**ABOUT THIS EXERCISE**
Copy out nothing but the line containing "entries: readonly NavEntry[]" and the lines that follow it to the end of the entries, exactly as they stand.

[Stored items]
// TestFloodHoledTankKeepsContents: a ballast tank holed below the water
// still holds its ballast at the moment of holing, so the run starts at the
// intact displacement and position (conservation of mass; practice), with
// the contents counted as sea water (here sea-water ballast, so its very
// volume), and ends at the lost-buoyancy waterline (the tank open to the
// sea, contents lost) within 5 mm.
func TestFloodHoledTankKeepsContents(t *testing.T) {
	h, err := NewBoxHull(60, 12, 6)
	if err != nil {
		t.Fatal(err)
	}
	c, err := NewCompartment(h, "DB ballast", Box{X0: 20, X1: 40, Y0: -6, Y1: 6, Z0: 0, Z1: 1})
	if err != nil {
		t.Fatal(err)
	}
	c.Permeability = 0.95
	c.Liquid = &Liquid{Name: "sea water ballast", Density: SeaWaterDensity, Fill: 0.5}
	v, err := NewVessel(Vessel{Name: "holed tank", Hull: h, Compartments: []*Compartment{c},
		Weights: []Weight{{Name: "barge", MassT: 60 * 12 * 2.5 * SeaWaterDensity, LCGM: 30, VCGM: 3}}})
	if err != nil {
		t.Fatal(err)
	}
	intact, err := Solve(v, nil)
	if err != nil {
		t.Fatal(err)
	}
	rep, err := RunFlood(FloodCase{Vessel: v, Compartment: 0, Hole: Hole{AreaM2: 0.02, XM: 30, YM: 0, ZM: 0}}, nil)
	if err != nil {
		t.Fatal(err)
	}
	want := 0.5 * 0.95 * 20 * 12 * 1 // the ballast's volume: half the capacity μ × 20 × 12 × 1 m³
	if !flClose(rep.ContentsM3, want, 1e-9*want) {
		t.Errorf("contents at the start %.6f m³, want %.6f", rep.ContentsM3, want)
	}
	p0 := rep.Start.Position
	if p0 == nil {
		t.Fatal("no position at the start")
	}
	if !flClose(p0.DisplacementT, intact.DisplacementT, 1e-9*intact.DisplacementT) || !flClose(p0.DraftMidM, intact.DraftMidM, 1e-9) {
		t.Errorf("start: Δ %.4f t, draft %.6f m; intact Δ %.4f t, draft %.6f m", p0.DisplacementT, p0.DraftMidM, intact.DisplacementT, intact.DraftMidM)
	}
	if rep.FinalDiffM > 0.005 {
		t.Errorf("final drafts differ from lost buoyancy by %.4f m", rep.FinalDiffM)
	}
}
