/** Database and migration status for `GET /api/health` and the start page. */
import { QueryTypes } from 'sequelize';
import { db } from './db';
import { listMigrationFiles } from './db/migrator';

export type Health = {
	ok: boolean;
	db: 'up' | 'down';
	migrations: { applied: number; pending: string[] } | null;
};

export async function checkHealth(): Promise<Health> {
	try {
		const rows = await db().query<{ name: string }>('SELECT name FROM sequelize_meta', {
			type: QueryTypes.SELECT
		});
		const applied = new Set(rows.map((r) => r.name));
		const pending = listMigrationFiles()
			.map((f) => f.replace(/\.(ts|js)$/, ''))
			.filter((n) => !applied.has(n));
		return { ok: pending.length === 0, db: 'up', migrations: { applied: applied.size, pending } };
	} catch {
		return { ok: false, db: 'down', migrations: null };
	}
}
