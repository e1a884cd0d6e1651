/**
 * Typed errors thrown by services and turned into the one error body of the API
 * (`{ error: { code, message, fields? } }`) by `toErrorResponse`.
 */
import type { ZodError } from 'zod';

export class AppError extends Error {
	constructor(
		readonly status: number,
		readonly code: string,
		message: string,
		readonly extra: Record<string, unknown> = {}
	) {
		super(message);
	}
}

/** 400 with per-field messages (`fields` maps a dotted path to its first message). */
export class ValidationError extends AppError {
	constructor(
		readonly fields: Record<string, string>,
		message = 'Some fields need attention'
	) {
		super(400, 'invalid', message, { fields });
	}
	static fromZod(err: ZodError, prefix = ''): ValidationError {
		const fields: Record<string, string> = {};
		for (const issue of err.issues) {
			const key = prefix + (issue.path.join('.') || '_');
			fields[key] ??= issue.message;
		}
		return new ValidationError(fields);
	}
}

export class NotFoundError extends AppError {
	constructor(what = 'Record') {
		super(404, 'not_found', `${what} not found`);
	}
}

/**
 * A refusal of the rulebook: 403 with the reason in the product's words. Sync answers every
 * one of them `rejected: forbidden` with the same words.
 */
export class ForbiddenError extends AppError {
	constructor(
		message = 'Your role does not allow this',
		status = 403,
		code = 'forbidden',
		extra: Record<string, unknown> = {}
	) {
		super(status, code, message, extra);
	}
}

/**
 * An approved spec sheet never changes (a refusal of the rulebook): 409 `sheet_approved`
 * carrying the approved record, so the client can start the next draft from it.
 */
export class SheetApprovedError extends ForbiddenError {
	constructor(current: { sheetVersion?: unknown }) {
		super(
			`Version ${current.sheetVersion} is approved and never changes; start the next draft`,
			409,
			'sheet_approved',
			{ current }
		);
	}
}

/** 409: the record changed since the version the caller saw; carries the current record. */
export class StaleVersionError extends AppError {
	constructor(readonly current: Record<string, unknown>) {
		super(409, 'stale_version', 'Changed by someone else since you opened it', { current });
	}
}

export class IdConflictError extends AppError {
	constructor() {
		super(409, 'id_conflict', 'A different record already has this id');
	}
}

/** The JSON body for an error (DESIGN §5). */
export function errorBody(code: string, message: string, extra: Record<string, unknown> = {}) {
	return { error: { code, message, ...extra } };
}

export function toErrorResponse(err: unknown): Response {
	if (err instanceof AppError) {
		return Response.json(errorBody(err.code, err.message, err.extra), { status: err.status });
	}
	console.error(err);
	return Response.json(errorBody('server_error', 'Something went wrong on the server'), {
		status: 500
	});
}
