/**
 * Refusals made before a request reaches its route, and the one error body for the API's own
 * refusals (OWASP ASVS 5.0 §3.5):
 *  - a request that changes something (any method but GET, HEAD, OPTIONS) from another site
 *    is refused: its `Origin` must be this app's; without one, `Sec-Fetch-Site` must say the
 *    same origin, and a form-typed body (the kinds another site can send without asking) is
 *    refused outright. A non-browser client sends JSON without an `Origin` and passes, as no
 *    browser can be made to send such a request to another site. (This replaces SvelteKit's
 *    own origin check, which covers form-typed bodies only and answers in its own words.)
 *  - a form post whose body is not a form, or cannot be read as one, is refused (415, 400)
 *    instead of failing inside the action;
 *  - an API answer of 4xx or 5xx that is not JSON (SvelteKit's 405 for a method a route does
 *    not have, say) is given the one error body `{ error: { code, message } }`.
 */
import type { RequestEvent } from '@sveltejs/kit';
import { errorBody } from './errors';

const SAFE = new Set(['GET', 'HEAD', 'OPTIONS']);
const FORM_TYPES = /^\s*(application\/x-www-form-urlencoded|multipart\/form-data|text\/plain)\b/i;
const READABLE_FORM = /^\s*(application\/x-www-form-urlencoded|multipart\/form-data)\b/i;

const isApi = (url: URL) => url.pathname.startsWith('/api/');

/** A refusal in the shape its caller reads: the API's error body, an action result, or text. */
function refusal(event: Pick<RequestEvent, 'url' | 'request'>, status: number, code: string, message: string): Response {
	if (isApi(event.url)) return Response.json(errorBody(code, message), { status });
	if (event.request.headers.get('x-sveltekit-action') === 'true') {
		return Response.json({ type: 'error', error: { message } }, { status });
	}
	return new Response(message, { status, headers: { 'content-type': 'text/plain; charset=utf-8' } });
}

/** Whether a state-changing request comes from this app's own pages (or from no browser at all). */
export function isSameOrigin(request: Request, url: URL): boolean {
	if (SAFE.has(request.method)) return true;
	const origin = request.headers.get('origin');
	if (origin) return origin === url.origin;
	const site = request.headers.get('sec-fetch-site');
	if (site) return site === 'same-origin';
	return !FORM_TYPES.test(request.headers.get('content-type') ?? '');
}

/** 403 for a state-changing request from another site; null to go on. */
export function refuseCrossSite(event: Pick<RequestEvent, 'url' | 'request'>): Response | null {
	if (isSameOrigin(event.request, event.url)) return null;
	return refusal(event, 403, 'cross_site', 'This request came from another site and was refused.');
}

/** 415 or 400 for a post to a page (a form action) whose body is not a readable form; null to go on. */
export async function refuseUnreadableForm(event: Pick<RequestEvent, 'url' | 'request'>): Promise<Response | null> {
	if (event.request.method !== 'POST' || isApi(event.url)) return null;
	if (!READABLE_FORM.test(event.request.headers.get('content-type') ?? '')) {
		return refusal(event, 415, 'unsupported_media_type', 'Send the form as a form.');
	}
	try {
		await event.request.clone().formData();
		return null;
	} catch {
		return refusal(event, 400, 'invalid', 'The form could not be read. Try again.');
	}
}

const CODES: Record<number, string> = {
	400: 'invalid',
	401: 'signed_out',
	403: 'forbidden',
	404: 'not_found',
	405: 'method_not_allowed',
	413: 'too_large',
	415: 'unsupported_media_type',
	429: 'throttled'
};

/** An API refusal that is not JSON, given the one error body (its status and headers kept). */
export async function shapeApiRefusal(url: URL, response: Response): Promise<Response> {
	if (!isApi(url) || response.status < 400) return response;
	if ((response.headers.get('content-type') ?? '').includes('application/json')) return response;
	const text = (await response.text()).trim().slice(0, 300);
	const code = CODES[response.status] ?? (response.status >= 500 ? 'server_error' : 'refused');
	const message = response.status >= 500 ? 'Something went wrong on the server' : text || 'Refused';
	const headers = new Headers(response.headers);
	headers.set('content-type', 'application/json');
	headers.delete('content-length');
	return new Response(JSON.stringify(errorBody(code, message)), { status: response.status, headers });
}
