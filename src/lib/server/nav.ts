/**
 * The counts beside the navigation's entries, for the signed-in user: open clashes, and
 * apprentice tests waiting for a lead's sign-off. Only the entries the user sees are counted
 * (a technician never asks for the workshop's clashes).
 */
import { QueryTypes } from 'sequelize';
import { navFor, type NavCount, type NavEntry } from '../nav';
import type { SessionUser } from './auth/types';
import { db } from './db';
import { countWaiting } from './services/signoffs';

export type NavCounts = Partial<Record<NavCount, number>>;

const COUNTERS: Record<NavCount, (user: SessionUser) => Promise<number>> = {
	clashes: countOpenClashes,
	signoffs: countWaiting
};

/** `{ clashes: n }` and so on, for each count an entry of `entries` shows. */
export async function navCounts(
	user: SessionUser,
	entries: readonly NavEntry[] = navFor(user.role)
): Promise<NavCounts> {
	const wanted = [...new Set(entries.flatMap((e) => (e.count ? [e.count] : [])))];
	const values = await Promise.all(wanted.map((c) => COUNTERS[c](user)));
	return Object.fromEntries(wanted.map((c, i) => [c, values[i]]));
}

/** Open clashes of the user's workshop (the lead's inbox), by the workshop-and-status key. */
export async function countOpenClashes(user: Pick<SessionUser, 'workshopId'>): Promise<number> {
	const [row] = await db().query<{ n: number | bigint }>(
		"SELECT COUNT(*) AS n FROM conflicts WHERE workshop_id = ? AND status = 'open'",
		{ replacements: [user.workshopId], type: QueryTypes.SELECT }
	);
	return Number(row?.n ?? 0);
}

**ANSWER BELOW**
	entries: readonly NavEntry[] = navFor(user.role)
): Promise<NavCounts> {
	const wanted = [...new Set(entries.flatMap((e) => (e.count ? [e.count] : [])))];
	const values = await Promise.all(wanted.map((c) => COUNTERS[c](user)));
	return Object.fromEntries(wanted.map((c, i) => [c, values[i]]));
}

/** Open clashes of the user's workshop (the lead's inbox), by the workshop-and-status key. */
export async function countOpenClashes(user: Pick<SessionUser, 'workshopId'>): Promise<number> {
	const [row] = await db().query<{ n: number | bigint }>(
		"SELECT COUNT(*) AS n FROM conflicts WHERE workshop_id = ? AND status = 'open'",
		{ replacements: [user.workshopId], type: QueryTypes.SELECT }
	);
	return Number(row?.n ?? 0);
}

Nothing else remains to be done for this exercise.